Salvador Dali est de retour à Paris, avec ses fulgurances et ses outrances. Le Centre Pompidou déploie les multiples facettes de l'artiste surréaliste catalan (1904-1989), dans une magistrale exposition qui ouvre mercredi au public.

Trente-trois ans après la grande rétrospective Dali qui avait attiré plus de 840 600 visiteurs - un record de fréquentation pour le Centre Pompidou jamais égalé depuis -, cette exposition réunit près de 200 oeuvres jusqu'au 25 mars.

Elle souligne que Dali n'était pas seulement un peintre et un sculpteur «génial» comme il aimait à se définir lui-même en toute modestie mais aussi un «touche-à-tout» talentueux, qui s'est intéressé au cinéma, au théâtre, aux sciences, indique à l'AFP Jean-Hubert Martin, commissaire général de l'exposition.

Adorant se mettre en scène, Dali était également «un pionnier de la performance», relève cet ancien directeur du musée national d'Art moderne qui a dressé un inventaire des oeuvres éphémères de l'artiste pour la première fois dans le catalogue, leur redonnant un statut artistique.

Parmi les quelque 120 peintures présentées, le visiteur se délectera de nombreux chefs d'oeuvres surréalistes comme Le grand masturbateur (1929) où s'expriment les angoisses sexuelles de l'artiste. Ou encore La persistance de la mémoire (1931) avec ses montres molles dont l'idée lui serait venue après avoir mangé un camembert, et qui sont devenues des icônes daliniennes.

Pour apprécier pleinement le vertige de sa peinture, il faut prendre le temps de promener son regard sur la toile, pour débusquer les images doubles, les formes cachées, les petits détails troublants qui éclairent l'oeuvre.

Plusieurs objets surréalistes sont au rendez-vous comme Le téléphone aphrodisiaque avec une langouste en guise de combiné. Ou encore le Buste de femme rétrospectif - un mannequin femme portant des épis de maïs autour du cou, la tête coiffée d'une baguette de pain et de figurines représentant L'Angélus de Millet, thème cher à Dali.

Sur la bouche de Mae West

Une grande installation autour de Mae West, actrice américaine des années 1920, a été partiellement recréée, les traits de la star devenant des éléments de mobilier. Les visiteurs pourront ainsi s'asseoir sur un canapé rouge dont les formes sont inspirées des lèvres pulpeuses de la star.

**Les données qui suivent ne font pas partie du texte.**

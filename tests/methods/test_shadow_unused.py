"""Every school of an open network gets its result page, also when its reading was not used: flagged by the
check, refused by the reader, left out by the reduction or by the network's fit. The page says so, why
(the flag's diagnosis in plain words), what to check before measuring again, and the network's result.

Presentation checks on invented networks (``simulate_network``); the numbers they compare are the
reduction's own JSON (regression checks of the pages, no outside reference is involved).
"""

from __future__ import annotations

import html
import json
import re

from tests.helpers import run_cli, write_network

from firstrung.methods.shadows.rehearsal_network import (
    network_log_rows,
    network_readings,
    simulate_network,
)
from firstrung.methods.shadows.unused import CHECK_BEFORE_AGAIN, EVERY_TIME, PLAIN_WORDS

EQUINOX = "2027-03-20"




def _pages(text: str) -> dict[str, str]:
    """Each school's page by its name (as shown, unescaped)."""
    return {html.unescape(re.search(r"<h1>(.*?)</h1>", s).group(1)): s for s in text.split("<section>")[1:]}


def test_a_school_whose_only_row_was_not_used_gets_a_page_saying_why_and_what_to_check(
        tmp_path, capsys, monkeypatch):
    net = simulate_network(40, EQUINOX, 23, blunder_fraction=0.15)
    rows = network_log_rows(net)
    clean = [k for k in range(40) if not net.blunder[k]]
    bad_cell, moved = clean[0], clean[1]
    rows[bad_cell]["shadow_cm"] = "12,3x"  # a cell the reader refuses
    rows.append(dict(rows[moved], latitude_deg=f"{float(rows[moved]['latitude_deg']) + 3.0:.4f}"))  # two positions
    camp = write_network(tmp_path, rows)
    sheets = tmp_path / "schools.html"
    code, out, err = run_cli(["reduce", "shadows", camp, "--json", "--school-sheets", sheets], capsys, monkeypatch)
    assert code == 2  # rows were refused; the result from the good rows still comes
    data = json.loads(out)
    pages = _pages(sheets.read_text())
    assert set(pages) == {str(n) for n in net.name}  # every school, used or not, once
    used = {s["name"] for s in data["sites"] if not s["outlier"]}
    network = f"{data['earth_radius_km']['value']:,.0f} ± {data['earth_radius_km']['sigma']:,.0f} km"
    for name, page in pages.items():
        assert network in page and "ISO 12312-2" in page  # the network's result and the caution, on each
        assert ("Your reading was not used" in page) == (name not in used), name
    # the check's blunders: the flag's diagnosis in plain words, its message, what to check and the usual checks
    code, out, _ = run_cli(["check", camp, "--json"], capsys, monkeypatch)
    flags = json.loads(out)["flags"]
    site_name = {s.id: s.name for s in network_readings(net)[0]}
    flagged = [f for f in flags if f["severity"] == "error" and f["code"] in PLAIN_WORDS and f["site"] in site_name]
    blundered = {str(net.name[k]) for k in range(40) if net.blunder[k]}
    for f in flagged:
        page = html.unescape(pages[site_name[f["site"]]])
        words = PLAIN_WORDS[f["code"]]
        assert words[0].upper() + words[1:] in page and f["message"] in page
        assert CHECK_BEFORE_AGAIN[f["code"]][0].upper() + CHECK_BEFORE_AGAIN[f["code"]][1:] in page
        assert all(c[0].upper() + c[1:] in page for c in EVERY_TIME)
        assert "ask class of" not in page.lower()  # the coordinator's fix is not the school's
    assert len({f["site"] for f in flagged}) >= 4
    not_used = {n for n, p in pages.items() if "Your reading was not used" in p}
    assert blundered <= not_used | used  # a blunder is either caught (a page saying why) or harmless
    # the refused cell and the two positions: named on the school's page, as the reader said them
    school = str(net.name[bad_cell])
    assert "12,3x" in html.unescape(pages[school]) and "could not be used as sent" in pages[school]
    two = html.unescape(pages[str(net.name[moved])])
    assert "disagree on the position" in two and rows[moved]["latitude_deg"] in two
    assert "Your reading was not used" in two and "latitude_deg" in two


def test_the_report_thanks_every_school_and_counts_those_whose_reading_was_not_used(tmp_path, capsys, monkeypatch):
    net = simulate_network(30, EQUINOX, 29, blunder_fraction=0.2)
    camp = write_network(tmp_path, network_log_rows(net))
    code, _, err = run_cli(["report", camp, "-o", tmp_path / "r.html"], capsys, monkeypatch)
    assert code == 0, err
    text = html.unescape((tmp_path / "r.html").read_text())
    thanks = re.search(r"Thank you to every school that took part:</b> (.*?)\.</p>", text).group(1)
    assert sorted(thanks.split(", "), key=str.lower) == sorted((str(n) for n in net.name), key=str.lower)
    code, out, _ = run_cli(["reduce", "shadows", camp, "--json"], capsys, monkeypatch)
    reduced = {s["name"] for s in json.loads(out)["sites"]}
    missing = 30 - len(reduced)
    assert missing >= 1 and f"{missing} more school{'s' if missing != 1 else ''} sent a reading that was not used" in text
    # in the table of every school: each of them with its flags' codes
    listed = re.findall(r"<tr><td>([^<]*)</td>(?:(?!</tr>).)*?<td>not used: ([a-z, -]+)</td></tr>", text, flags=re.S)
    assert {name for name, _ in listed} == {str(n) for n in net.name} - reduced
    assert all(codes for _, codes in listed)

Pour faciliter l'immersion dans l'univers onirique de Dali, le visiteur entre via un oeuf géant qui recèle une photographie de l'artiste en position foetale.

A la fin de la visite, il débouche sur une salle labyrinthique illustrant le cerveau de l'artiste, livres, manuscrits, films évoquant son univers intellectuel. «On est entré corps. On sort esprit», explique Thierry Dufrêne, l'un des commissaires de l'exposition avec Jean-Michel Bouhours.

Entre les deux, un parcours fluide, sans cimaises au milieu, comme Dali en avait émis le souhait pour la première exposition mais sans l'obtenir. Des «kiosques» centraux présentent dessins et petits tableaux.

En novembre 1979, le maître, âgé de 85 ans, avait essuyé une autre déconvenue: arrivé en Rolls-Royce, Dali n'avait pu accéder au vernissage de son exposition car il avait été bloqué par des syndicalistes qui venaient d'entamer un mouvement de grève...

Le nouveau cru de Beaubourg consacré à cet artiste populaire, roi de la provocation, contesté pour sa cabotinerie, son goût de l'argent, et son ambiguïté politique, devrait attirer un très large public.

Toutefois le président du Centre Pompidou, Alain Seban, a déjà averti que l'exposition 2012 ne pourra pas «égaler ni même approcher» les chiffres de fréquentation de son aînée en raison des contraintes de sécurité accrues concernant le nombre de visiteurs.